Von der Schaffung eines Monopols zu reden, mag übertrieben sein. Und schließlich gab es vorher ja auch schon die beiden großen Konzerne e.on und RWE. Aber durch den am Wochenende verkündeten Deal ändert sich dennoch so einiges am deutschen Strommarkt. Die von RWE geschaffene Tochter innogy verschwindet wieder. Aber e.on und RWE schaffen klare Strukturen mit einer klaren Aufteilung von Geschäften, wodurch der Verbraucher eventuell steigende Preise zu befürchten hat.
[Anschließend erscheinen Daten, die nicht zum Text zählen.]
def test_read_log_finds_a_parts_last_verdict_beyond_the_rows_it_reads(tmp_path):
    from flatsight.tui.station_log import read_log

    log = tmp_path / "log.sqlite"
    record_measurement(log, {"spec": {"verdict": "fail"}}, part="BW-FL-0412",
                       logged_utc="2026-11-01T08:00:00Z")
    record_measurement(log, {"spec": {"verdict": "pass"}}, part="BW-FL-0412",
                       logged_utc="2026-11-02T08:00:00Z")
    record_measurement(log, {"spec": {"verdict": "fail"}}, part="BW-TP-0031",
                       logged_utc="2026-11-03T08:00:00Z")
    rows, verdicts, note = read_log(log, parts={"BW-FL-0412", "BW-TP-0031", "BW-WN-0207"},
                                    limit=1)
    assert note is None and [r["part"] for r in rows] == ["BW-TP-0031"]
    assert verdicts == {"BW-TP-0031": "fail", "BW-FL-0412": "pass"}  # newest, not oldest
    assert read_log(None)[2].startswith("not logging")
    assert read_log(tmp_path / "none.sqlite")[2].startswith("no records yet")


@sync
async def test_save_writes_the_document_measure_json_gives_for_the_same_photo(
        tmp_path, monkeypatch, capsys):
    # issue 9 item 5: `s` wrote a record without spec, part, operator or station

    import flatsight.analysis.pipeline as pipeline
    from flatsight.tui.cli import main

    app, lib = make_app(tmp_path, names=PARTS[:1], spec="pv<=500nm, rms<=5nm")
    async with app.run_test(size=(80, 24)) as pilot:
        await settle(pilot)
        await pilot.press("s")
        await settle(pilot)
    saved = json.loads((tmp_path / "BW-FL-0412.flatsight.json").read_text(encoding="utf-8"))
    summary = (tmp_path / "BW-FL-0412.summary.txt").read_text(encoding="utf-8")
    # the same photo through `flatsight measure --json`, with the station's stand-in analysis
    monkeypatch.setattr(pipeline, "measure",
                        lambda photo, settings, **_: lib.measure(photo, settings))
    status = main(["measure", str(tmp_path / PARTS[0]), "--wavelength", "632.8", "--json",
                   "--spec", "pv<=500nm, rms<=5nm", "--operator", "Tamsin Ode",
                   "--station", "bench-2", "--log", str(tmp_path / "cli.sqlite")])
    printed = json.loads(capsys.readouterr().out)
    assert status == 1  # the fake surface's RMS is over 5 nm
    assert set(saved) == set(printed)
    for key in printed:
        if key != "logged_utc":  # the time stamps differ by the seconds between the runs
            assert saved[key] == printed[key], key
    assert saved["spec"]["verdict"] == "fail" and saved["part"] == "BW-FL-0412"
    assert saved["record_id"] == 1  # the record the station logged, by its id
    # the summary says what the record says: part, people, the verdict and each limit
    for words in ("part           BW-FL-0412", "operator       Tamsin Ode",
                  "station        bench-2", "record         1",
                  "tolerance      pv<=500nm, rms<=5nm (simple decision rule): FAIL"):
        assert words in summary, words
    assert "RMS: FAIL" in summary
    assert summary.index("Inspection") < summary.index("Figures")  # the verdict up top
Wenn beispielsweise nicht mehr beide, sondern nur noch einer der beiden Ökostrom anbietet, könnte das ein Problem für die Kunden sein, im Sinne des Preis-Wettbewerbs. Das gleiche gilt für die Stromnetze. Aber hier erstmal die offizielle Verkündung von e.on im Wortlaut:

Die E.ON SE hat in Gesprächen mit der RWE AG eine grundlegende Einigung über den Erwerb der von RWE gehaltenen 76,8 %-Beteiligung an der innogy SE erzielt. Der Erwerb würde im Rahmen eines weitreichenden Tauschs von Geschäftsaktivitäten und Beteiligungen erfolgen. Vor Abschluss einer entsprechenden Vereinbarung bedarf es noch der Zustimmung der Gremien von E.ON und RWE.
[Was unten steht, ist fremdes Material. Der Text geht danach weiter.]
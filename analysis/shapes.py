"""Part outlines other than a plain circle: ellipse, rectangle, polygon, annulus, flats.

A circular part needs none of this: ``Aperture`` alone describes it. Any other outline
is one of the classes below, carried by ``Aperture.shape``; the aperture's own centre
and radius are then the outline's bounding circle, which the demodulation crops and
bins by, and everything outside the outline (but inside that circle) is left out of
the measurement as an exclusion is.

Each shape gives, in photo pixels (x right, y down, from pixel centres):

* ``inside(x, y)``: the part's area;
* ``unit_xy(x, y)``: coordinates for the fit (x right, y toward the top of the photo).
  An ellipse is a round part seen at an angle, and its ``unit_xy`` is the affine map
  that takes the photo's ellipse back to the part's unit circle, so plain Zernike
  terms and every figure are over the part's real circle (``maps_to_disk``). The
  other outlines are scaled into the unit disk about their centre, and the fit uses
  polynomials made orthonormal over the outline itself (``zernike.orthonormal_basis``);
* ``outline()``: closed polylines to draw;
* ``to_text()`` / ``parse_shape(text)``: the command line's form, and ``to_dict()`` /
  ``shape_from_dict()``: the record's.

The command-line form (``--aperture``): ``X,Y,R`` or ``circle:X,Y,R`` (today's circle),
``ellipse:CX,CY,A,B,ANGLE`` (semi-axes A >= B, ANGLE of the A axis in degrees
counter-clockwise as the photo is seen), ``rect:CX,CY,W,H,ANGLE`` (full width W along
ANGLE, height H across it), ``poly:X1,Y1;X2,Y2;X3,Y3;...`` (corners in order, at
least three), ``annulus:CX,CY,R,RIN`` (outer and inner radius) and
``cut:CX,CY,R;ANGLE,DIST;...`` (a circle with flats: each flat's outward direction in
degrees and its distance from the centre), all in photo pixels.
"""

from __future__ import annotations

import math
from dataclasses import dataclass

import numpy as np

__all__ = ["SHAPE_FORMS", "Annulus", "CutCircle", "Ellipse", "Polygon", "Rectangle", "Shape",
           "circle_text", "parse_shape", "shape_from_dict", "shape_words"]

#: the forms ``--aperture`` takes, for help texts and error messages
SHAPE_FORMS = ("X,Y,R", "circle:X,Y,R", "ellipse:CX,CY,A,B,ANGLE", "rect:CX,CY,W,H,ANGLE",
               "poly:X1,Y1;X2,Y2;X3,Y3;...", "annulus:CX,CY,R,RIN",
               "cut:CX,CY,R;ANGLE,DIST;...")
_MAX_PX = 1_000_000  # no photo Flatsight reads is wider


def _fmt(v: float) -> str:
    """A number as the command line takes it back: no exponent, no signed zero."""
    text = f"{v:.2f}".rstrip("0").rstrip(".")
    return "0" if text in ("-0", "") else text


def _up(x, y, cx: float, cy: float) -> tuple[np.ndarray, np.ndarray]:
    """Photo pixels to offsets from ``(cx, cy)`` with y toward the top of the photo."""
    return np.asarray(x, dtype=float) - cx, cy - np.asarray(y, dtype=float)


def _turn(px, py, angle_deg: float) -> tuple[np.ndarray, np.ndarray]:
    """Offsets (y up) turned counter-clockwise by ``angle_deg``."""
    c, s = math.cos(math.radians(angle_deg)), math.sin(math.radians(angle_deg))
    return px * c - py * s, px * s + py * c


class Shape:
    """What every outline offers (see the module docstring)."""

    kind = ""
    #: the fit's coordinates fill the unit disk exactly: plain Zernike terms apply
    maps_to_disk = False
    center_x_px: float
    center_y_px: float

    @property
    def bounding_radius_px(self) -> float:
        raise NotImplementedError

    @property
    def view_angle_deg(self) -> float | None:
        """How far off the part's axis the photo was taken (ellipses only)."""
        return None

    def inside(self, x, y) -> np.ndarray:
        raise NotImplementedError

    def edge_distance_px(self, x, y) -> np.ndarray:
        """Signed distance to the outline in photo pixels: negative inside, positive out
        (exact for straight sides and circles, to first order near an ellipse)."""
        raise NotImplementedError

    def unit_xy(self, x, y) -> tuple[np.ndarray, np.ndarray]:
        """Fit coordinates: offsets from the centre over the bounding radius, y up."""
        px, py = _up(x, y, self.center_x_px, self.center_y_px)
        r = self.bounding_radius_px
        return px / r, py / r

    def outline(self, points: int = 256) -> list[np.ndarray]:
        """Closed polylines ``(K, 2)`` of photo ``(x, y)`` along the outline."""
        raise NotImplementedError

    def params(self) -> dict[str, float]:
        raise NotImplementedError

    def to_text(self) -> str:
        return f"{self.kind}:" + ",".join(_fmt(v) for v in self.params().values())

    def to_dict(self) -> dict:
        return {"kind": self.kind, **{k: float(v) for k, v in self.params().items()}}

    def moved(self, dx: float = 0.0, dy: float = 0.0, grow: float = 1.0,
              turn_deg: float = 0.0, stretch: float = 1.0) -> Shape:
        """A copy shifted by ``(dx, dy)`` px, scaled by ``grow``, turned counter-clockwise
        by ``turn_deg`` and with its second dimension scaled by ``stretch``."""
        raise NotImplementedError

    def describe(self) -> str:
        """A few words for people: the shape and its size."""
        raise NotImplementedError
Gemäß der Einigung würde E.ON im Tausch gegen die 76,8 %-Beteiligung an innogy zunächst RWE eine Beteiligung an der E.ON SE in Höhe von durchgerechnet 16,67 % gewähren. Die Aktien würden im Rahmen einer 20 %-Sachkapitalerhöhung aus bestehendem genehmigten Kapital ausgegeben. Zudem würde E.ON an RWE einen weitgehenden Teil des erneuerbaren Energiegeschäfts und die von der E.ON-Tochter PreussenElektra gehaltenen Minderheitsbeteiligungen an den von RWE betriebenen Kernkraftwerken Emsland und Gundremmingen übertragen. Des Weiteren würde RWE das gesamte erneuerbare Energiegeschäft von innogy sowie innogys Gasspeichergeschäft und den Anteil am österreichischen Energieversorger Kelag erhalten. Die Übertragung der Geschäftsaktivitäten und Beteiligungen würde mit ökonomischer Wirkung zum 1. Januar 2018 erfolgen. Die Transaktion sieht ferner eine Barzahlung von RWE an E.ON in Höhe von EUR 1,5 Milliarden vor.
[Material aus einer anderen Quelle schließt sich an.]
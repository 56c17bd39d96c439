//! Ligand-field parameters from observed band maxima.
//!
//! Given band maxima (cm⁻¹, with uncertainties) of a dⁿ ion in a cubic site,
//! this module finds which transitions they are and the Dq, B (and C) that
//! reproduce them, with honest uncertainties:
//!
//! 1. **Candidates** (`search`): the transitions from the ground level —
//!    for d⁴–d⁷ from both the high-spin and the low-spin ground level — to
//!    every level of the same spin (spin-allowed) and, on request, of spin
//!    differing by one (spin-forbidden, ΔS = ±1).
//! 2. **Assignments**: every order-preserving assignment of the observed
//!    bands to candidates at some field strength. Each is scored by a scan
//!    over Δ/B at fixed C/B where B enters linearly (energies scale with B at
//!    fixed Δ/B and C/B), so the best B at each Δ/B is a weighted linear
//!    least-squares solution.
//! 3. **Fit** (`refine`): the best-scoring assignments are refined by
//!    Levenberg–Marquardt on (Dq, B) with C = (C/B)·B, or on (Dq, B, C) when at
//!    least three bands are assigned and C is freed, using the engine's
//!    Hellmann–Feynman derivatives. The covariance is (JᵀJ)⁻¹ of the weighted
//!    Jacobian, scaled by χ²/(k − p) when over-determined and propagated from
//!    the band uncertainties when exactly determined.
//! 4. **Ranking**: plausible solutions before implausible ones (β > 1.05 or
//!    < 0.3, Dq/B outside 0.2–6, an intensity that does not fit the
//!    assignment, a spin state inconsistent with the fitted field where the
//!    bands determine B), then by χ² plus a small penalty for each lower
//!    spin-allowed transition left unobserved inside the measured range
//!    (from [`DEFAULT_OBSERVED_FROM`] unless given; common practice: the
//!    lowest spin-allowed bands are the ones seen; higher ones hide under
//!    charge transfer) plus the soft priors of [`chem`] (typical β, a held B,
//!    broad bands read as spin-forbidden). Ties the band positions cannot
//!    break are reported with what broke them.
//!
//! The closed forms this reproduces (tested): ν1 = 10Dq for octahedral d³/d⁸,
//! B = (ν2² + 2ν1² − 3ν1ν2)/(15ν2 − 27ν1) (Lever 1984, from memory), and the
//! Underhill–Billing relations (Nature 210 (1966) 834).

pub mod chem;
pub mod global;
mod rank;
mod refine;
mod search;

use crate::estimate::Estimate;
use crate::ions;
use crate::ligand_field::{Geometry, LfError};
use serde::{Deserialize, Serialize};
use std::fmt;

/// A band maximum seen in the spectrum.
#[derive(Debug, Clone, PartialEq, Serialize, Deserialize, Default)]
pub struct ObservedBand {
    /// Band maximum, cm⁻¹.
    pub energy: f64,
    /// Standard uncertainty, cm⁻¹ (default 1 % of the energy).
    #[serde(default)]
    pub sigma: Option<f64>,
    /// Molar absorptivity at the maximum, L mol⁻¹ cm⁻¹, when known.
    #[serde(default)]
    pub epsilon: Option<f64>,
    /// Full width at half maximum, cm⁻¹, when known.
    #[serde(default)]
    pub fwhm: Option<f64>,
    /// The user marked this band as not d–d (charge transfer, ligand, impurity).
    #[serde(default)]
    pub not_dd: bool,
    /// The user forced this band onto a state ("4T1g(P)" or "⁴T₁g(P)").
    #[serde(default)]
    pub assign: Option<String>,
}

impl ObservedBand {
    pub fn at(energy: f64) -> Self {
        ObservedBand {
            energy,
            ..Default::default()
        }
    }
}

/// What to fit.
#[derive(Debug, Clone, PartialEq, Serialize, Deserialize)]
pub struct FitRequest {
    /// n of dⁿ; taken from `ion` when that is given.
    #[serde(default)]
    pub n: u8,
    pub geometry: Geometry,
    /// "Cr3+": gives n, B₀ for β and the default C/B.
    #[serde(default)]
    pub ion: Option<String>,
    #[serde(default)]
    pub bands: Vec<ObservedBand>,
    /// C/B held fixed (default: the ion's free-ion C₀/B₀, else 4.5).
    #[serde(default)]
    pub c_over_b: Option<f64>,
    /// Fit C as a free parameter (needs at least three assigned bands).
    #[serde(default)]
    pub free_c: bool,
    /// Also consider spin-forbidden (ΔS = ±1) transitions.
    #[serde(default)]
    pub spin_forbidden: bool,
    /// Which free-ion table to take B₀ from (see [`crate::ions`]).
    #[serde(default)]
    pub b0_source: Option<String>,
    /// Predict transitions up to this energy, cm⁻¹ (default [`DEFAULT_MAX_PREDICTION`]).
    #[serde(default)]
    pub max_prediction: Option<f64>,
    /// The ligand (one kind), for Jørgensen's estimates shown next to the fit.
    #[serde(default)]
    pub ligand: Option<String>,
    /// The lowest energy the spectrum covers, cm⁻¹: transitions below it cannot
    /// have been seen, so leaving them unassigned costs nothing in the ranking.
    #[serde(default)]
    pub observed_from: Option<f64>,
}

impl Default for FitRequest {
    fn default() -> Self {
        FitRequest {
            n: 3,
            geometry: Geometry::Octahedral,
            ion: None,
            bands: Vec::new(),
            c_over_b: None,
            free_c: false,
            spin_forbidden: false,
            b0_source: None,
            max_prediction: None,
            ligand: None,
            observed_from: None,
        }
    }
}

/// Fitted parameters.
#[derive(Debug, Clone, PartialEq, Serialize, Deserialize)]
pub struct Parameters {
    pub dq: Estimate,
    /// `None` where B does not enter the bands (d¹, d⁹, a B-independent single band).
    pub b: Option<Estimate>,
    pub c: Option<Estimate>,
}

/// Numbers derived from the parameters, each with its propagated uncertainty.
#[derive(Debug, Clone, PartialEq, Serialize, Deserialize)]
pub struct Derived {
    /// Δ = 10Dq.
    pub delta: Estimate,
    /// β = B/B₀, when a free-ion B₀ is known.
    pub beta: Option<Estimate>,
    /// The B₀ used for β and its source.
    pub b0: Option<f64>,
    pub b0_source: Option<String>,
    pub dq_over_b: Option<Estimate>,
    pub delta_over_b: Option<Estimate>,
    pub c_over_b: Option<Estimate>,
}

/// One observed band and the transition assigned to it.
#[derive(Debug, Clone, PartialEq, Serialize, Deserialize)]
pub struct Assigned {
    pub observed: f64,
    pub sigma: f64,
    pub state: String,
    pub typeset: String,
    pub calculated: f64,
    pub residual: f64,
}

/// A calculated transition from the ground level.
#[derive(Debug, Clone, PartialEq, Serialize, Deserialize)]
pub struct Predicted {
    pub state: String,
    pub typeset: String,
    pub energy: f64,
    pub sigma: Option<f64>,
    pub spin_allowed: bool,
    /// An observed band is assigned to it.
    pub observed: bool,
}

/// The ground state's spin and its distance to the spin-change point.
#[derive(Debug, Clone, PartialEq, Serialize, Deserialize)]
pub struct SpinState {
    /// "high-spin", "low-spin" or "only one spin state" for dⁿ without a crossover.
    pub state: String,
    /// Δ/B where the ground state changes spin at the fitted C/B.
    pub spin_change_delta_over_b: Option<f64>,
    /// Fitted Δ/B minus that point (negative: on the high-spin side).
    pub margin: Option<f64>,
}

/// A parameter the assigned bands do not determine, held at a stated value.
#[derive(Debug, Clone, PartialEq, Serialize, Deserialize)]
pub struct Held {
    /// "B" or "C".
    pub parameter: String,
    /// The value it was held at, cm⁻¹.
    pub value: f64,
    /// Why, as a sentence.
    pub reason: String,
}

/// One assignment and its fit.
#[derive(Debug, Clone, PartialEq, Serialize, Deserialize)]
pub struct Solution {
    pub parameters: Parameters,
    pub derived: Derived,
    /// The level the transitions start from.
    pub ground: String,
    pub ground_typeset: String,
    pub spin: SpinState,
    pub assignment: Vec<Assigned>,
    pub predicted: Vec<Predicted>,
    pub chi2: f64,
    /// Bands minus free parameters.
    pub degrees_of_freedom: i64,
    /// Names of the fitted parameters, in the order of `correlation`.
    pub free: Vec<String>,
    pub correlation: Vec<Vec<f64>>,
    /// χ² above the best solution's.
    pub delta_chi2: f64,
    /// False when a plausibility rule failed; `warnings` say which.
    pub plausible: bool,
    pub warnings: Vec<String>,
    /// Further observations: Jahn–Teller splitting, ²E/⁴T₂ crossing, Δt vs Δo.
    pub notes: Vec<String>,
    /// Ranking score: χ² plus the penalty for unobserved lower bands (saved
    /// with the result, so a reloaded project ranks and compares the same).
    #[serde(default)]
    pub score: f64,
    /// Parameters the bands do not determine, held at a stated value (their
    /// estimates have `determined: false`); empty when every one was fitted.
    #[serde(default)]
    pub held: Vec<Held>,
}

/// The best solution and the ranked alternatives.
///
/// Order: assignments that pass every plausibility check first, then by
/// `score`. Listed are only physical fits (B > 0, β ≤ 1.1, no parameter on
/// its bound, every number finite), each assignment once, and no two with
/// the same parameters within their σ; `delta_chi2` is measured from the
/// smallest χ² among the best and the alternatives, so it is never negative.
#[derive(Debug, Clone, PartialEq, Serialize, Deserialize)]
pub struct FitOutcome {
    pub best: Solution,
    pub alternatives: Vec<Solution>,
    /// About the search as a whole (e.g. the data cannot tell assignments apart).
    pub warnings: Vec<String>,
    /// Jørgensen's rule-of-thumb Δ and β for the ion and ligand, when both are known.
    pub jorgensen: Option<ions::JorgensenEstimate>,
}

/// Why no fit could be made.
#[derive(Debug, Clone, PartialEq)]
pub enum LfFitError {
    /// No band was given, or every band is marked as not d–d.
    NoBands,
    /// A band energy or uncertainty is not a finite positive number.
    BadBand { index: usize, message: String },
    /// Two bands are at the same energy.
    DuplicateBand(f64),
    /// The ion is not in the table.
    UnknownIon(String),
    /// C/B is not between 1 and 20.
    BadCOverB(f64),
    /// No transition can take the bands (e.g. d⁵ high-spin without spin-forbidden bands).
    NoCandidates(String),
    /// A forced assignment names a state that does not exist for this dⁿ.
    UnknownState(String),
    /// No assignment could be fitted.
    NoFit(String),
    /// The ligand-field engine refused the input.
    Model(LfError),
    /// Freeing C was asked for, but no assigned band depends on C.
    CNotDetermined(String),
}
Den Aktionären der innogy SE würde E.ON ein freiwilliges Übernahmeangebot in bar unterbreiten. Dieses Angebot würde für die Aktionäre von innogy zum heutigen Tag einen Gesamtwert in Höhe von EUR 40 je Aktie beinhalten. Dieser Gesamtwert setzt sich aus einem Angebotspreis von EUR 36,76 je Aktie, sowie den Zahlungen aus den unterstellten Dividenden der innogy von insgesamt EUR 3,24 pro Aktie für die Geschäftsjahre 2017 und 2018 zusammen. RWE würde sich an dem Angebot nicht beteiligen.

Nach erfolgreicher Durchführung der Transaktion ist eine volle Integration der innogy in den E.ON Konzern vorgesehen. Durch die Transaktion würde E.ON zu einem fokussierten, kundenorientierten Energieunternehmen, das sich auf Energienetze sowie Kundenlösungen konzentriert. Die erneuerbaren Geschäfte von E.ON und RWE wären dann unter dem Dach von RWE vereint. Die Durchführung der gesamten Transaktion ist in mehreren Schritten geplant und stünde unter dem Vorbehalt üblicher kartellrechtlicher Freigaben.

Das bedeutet: Die freien innogy-Aktionäre erhalten statt dem Börsenkurs von Freitag bei 34,53 Euro ein Abfindungsangebot von insgesamt 40 Euro in bar. Das ist doch was. Wer wird dazu schon Nein sagen?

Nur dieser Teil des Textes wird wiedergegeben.